[Dataset entries]

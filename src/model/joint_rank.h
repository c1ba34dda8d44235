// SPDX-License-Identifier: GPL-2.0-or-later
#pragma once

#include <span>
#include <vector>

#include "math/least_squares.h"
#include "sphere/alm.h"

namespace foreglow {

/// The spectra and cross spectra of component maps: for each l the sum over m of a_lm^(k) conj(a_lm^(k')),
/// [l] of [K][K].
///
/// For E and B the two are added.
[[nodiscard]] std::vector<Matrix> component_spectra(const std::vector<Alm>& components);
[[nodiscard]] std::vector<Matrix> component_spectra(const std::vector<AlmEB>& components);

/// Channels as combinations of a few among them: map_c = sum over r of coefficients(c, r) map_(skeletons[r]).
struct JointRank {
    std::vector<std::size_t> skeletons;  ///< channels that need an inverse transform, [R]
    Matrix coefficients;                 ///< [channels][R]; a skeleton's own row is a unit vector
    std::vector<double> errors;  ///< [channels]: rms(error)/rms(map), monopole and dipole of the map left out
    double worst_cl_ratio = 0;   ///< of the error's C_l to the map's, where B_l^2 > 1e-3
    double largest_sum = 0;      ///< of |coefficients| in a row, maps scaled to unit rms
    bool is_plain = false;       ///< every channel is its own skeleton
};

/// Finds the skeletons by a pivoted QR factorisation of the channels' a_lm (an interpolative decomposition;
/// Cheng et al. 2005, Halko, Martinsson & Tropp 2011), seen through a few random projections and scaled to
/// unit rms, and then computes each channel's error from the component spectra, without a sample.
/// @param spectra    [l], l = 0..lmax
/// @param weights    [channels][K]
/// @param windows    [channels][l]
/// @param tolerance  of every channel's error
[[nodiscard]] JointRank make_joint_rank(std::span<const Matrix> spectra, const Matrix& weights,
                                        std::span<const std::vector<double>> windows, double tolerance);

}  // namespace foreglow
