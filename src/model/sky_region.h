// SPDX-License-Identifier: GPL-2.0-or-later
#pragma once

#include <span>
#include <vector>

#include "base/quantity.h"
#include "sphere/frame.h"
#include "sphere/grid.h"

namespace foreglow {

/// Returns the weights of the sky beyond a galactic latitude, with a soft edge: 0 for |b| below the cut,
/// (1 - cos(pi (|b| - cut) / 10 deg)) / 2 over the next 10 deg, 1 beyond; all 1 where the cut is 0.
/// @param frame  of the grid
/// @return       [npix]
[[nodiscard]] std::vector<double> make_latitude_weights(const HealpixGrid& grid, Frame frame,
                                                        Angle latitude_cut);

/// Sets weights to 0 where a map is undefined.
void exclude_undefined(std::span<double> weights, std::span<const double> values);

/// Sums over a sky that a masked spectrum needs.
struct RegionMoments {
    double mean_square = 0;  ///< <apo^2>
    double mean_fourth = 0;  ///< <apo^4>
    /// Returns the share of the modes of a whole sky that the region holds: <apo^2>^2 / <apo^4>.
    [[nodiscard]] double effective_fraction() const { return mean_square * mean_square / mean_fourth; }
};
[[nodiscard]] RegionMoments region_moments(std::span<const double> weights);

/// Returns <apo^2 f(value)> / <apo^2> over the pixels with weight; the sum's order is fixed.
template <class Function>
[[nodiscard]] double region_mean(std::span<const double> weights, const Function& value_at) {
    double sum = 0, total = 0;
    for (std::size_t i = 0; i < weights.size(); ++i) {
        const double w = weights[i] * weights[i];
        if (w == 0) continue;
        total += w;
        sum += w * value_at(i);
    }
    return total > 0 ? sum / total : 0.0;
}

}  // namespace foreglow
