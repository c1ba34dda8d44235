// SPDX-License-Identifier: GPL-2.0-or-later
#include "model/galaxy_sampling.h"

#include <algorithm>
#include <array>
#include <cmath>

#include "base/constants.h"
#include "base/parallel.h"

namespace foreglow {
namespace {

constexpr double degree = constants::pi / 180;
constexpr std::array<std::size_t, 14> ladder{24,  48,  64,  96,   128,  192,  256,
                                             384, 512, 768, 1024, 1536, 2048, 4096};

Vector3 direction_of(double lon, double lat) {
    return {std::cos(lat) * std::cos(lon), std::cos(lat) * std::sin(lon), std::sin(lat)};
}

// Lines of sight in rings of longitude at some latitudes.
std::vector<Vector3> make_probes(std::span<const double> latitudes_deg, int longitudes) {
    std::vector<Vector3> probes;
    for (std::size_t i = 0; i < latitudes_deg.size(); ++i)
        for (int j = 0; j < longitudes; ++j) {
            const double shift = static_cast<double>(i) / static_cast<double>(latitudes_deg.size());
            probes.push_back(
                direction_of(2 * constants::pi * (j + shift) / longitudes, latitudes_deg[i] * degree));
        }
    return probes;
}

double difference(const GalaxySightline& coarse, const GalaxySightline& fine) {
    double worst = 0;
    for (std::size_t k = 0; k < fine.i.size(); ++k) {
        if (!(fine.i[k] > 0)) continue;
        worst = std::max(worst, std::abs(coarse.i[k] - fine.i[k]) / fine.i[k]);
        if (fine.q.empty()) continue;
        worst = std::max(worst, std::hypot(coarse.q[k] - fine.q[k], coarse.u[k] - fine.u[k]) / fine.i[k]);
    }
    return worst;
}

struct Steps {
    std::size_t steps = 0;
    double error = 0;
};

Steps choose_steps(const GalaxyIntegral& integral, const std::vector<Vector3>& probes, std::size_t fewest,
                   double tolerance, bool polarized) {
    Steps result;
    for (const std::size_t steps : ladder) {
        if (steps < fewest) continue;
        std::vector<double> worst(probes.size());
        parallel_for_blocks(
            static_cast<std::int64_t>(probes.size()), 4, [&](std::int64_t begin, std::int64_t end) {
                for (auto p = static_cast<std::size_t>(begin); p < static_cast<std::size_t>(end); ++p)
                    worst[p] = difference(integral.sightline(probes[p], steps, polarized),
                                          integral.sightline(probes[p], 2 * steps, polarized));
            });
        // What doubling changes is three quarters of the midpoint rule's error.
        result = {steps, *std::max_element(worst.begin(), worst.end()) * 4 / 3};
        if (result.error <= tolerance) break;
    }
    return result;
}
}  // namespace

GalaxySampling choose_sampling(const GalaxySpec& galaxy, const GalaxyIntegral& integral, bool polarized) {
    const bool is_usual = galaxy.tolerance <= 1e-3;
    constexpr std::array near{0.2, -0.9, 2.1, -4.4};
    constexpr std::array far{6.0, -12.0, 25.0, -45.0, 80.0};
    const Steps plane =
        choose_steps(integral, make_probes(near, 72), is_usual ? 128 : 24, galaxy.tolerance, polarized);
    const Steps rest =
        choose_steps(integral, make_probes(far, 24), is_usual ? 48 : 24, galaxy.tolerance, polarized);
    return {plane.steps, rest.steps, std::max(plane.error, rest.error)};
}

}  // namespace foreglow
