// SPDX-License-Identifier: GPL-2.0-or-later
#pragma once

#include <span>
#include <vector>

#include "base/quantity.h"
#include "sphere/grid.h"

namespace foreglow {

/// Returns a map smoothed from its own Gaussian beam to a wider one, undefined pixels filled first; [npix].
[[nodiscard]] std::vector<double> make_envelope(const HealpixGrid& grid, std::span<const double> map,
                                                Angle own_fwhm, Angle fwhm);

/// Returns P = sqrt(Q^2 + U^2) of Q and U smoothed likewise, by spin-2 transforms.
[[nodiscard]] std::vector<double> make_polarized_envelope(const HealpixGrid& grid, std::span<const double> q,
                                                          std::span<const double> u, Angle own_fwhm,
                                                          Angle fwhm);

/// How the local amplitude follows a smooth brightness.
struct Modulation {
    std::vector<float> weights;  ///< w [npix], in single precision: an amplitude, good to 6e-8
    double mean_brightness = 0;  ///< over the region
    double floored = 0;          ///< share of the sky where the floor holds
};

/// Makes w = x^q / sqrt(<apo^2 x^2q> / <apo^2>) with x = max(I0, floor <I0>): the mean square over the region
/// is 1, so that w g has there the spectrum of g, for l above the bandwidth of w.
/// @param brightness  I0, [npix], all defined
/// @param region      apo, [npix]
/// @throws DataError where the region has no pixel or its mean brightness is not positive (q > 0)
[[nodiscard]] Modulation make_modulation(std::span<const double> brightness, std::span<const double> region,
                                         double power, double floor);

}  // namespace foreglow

Task details — Count every line of the records that holds the string "Matrix". Write only the total.

Problem solution — 4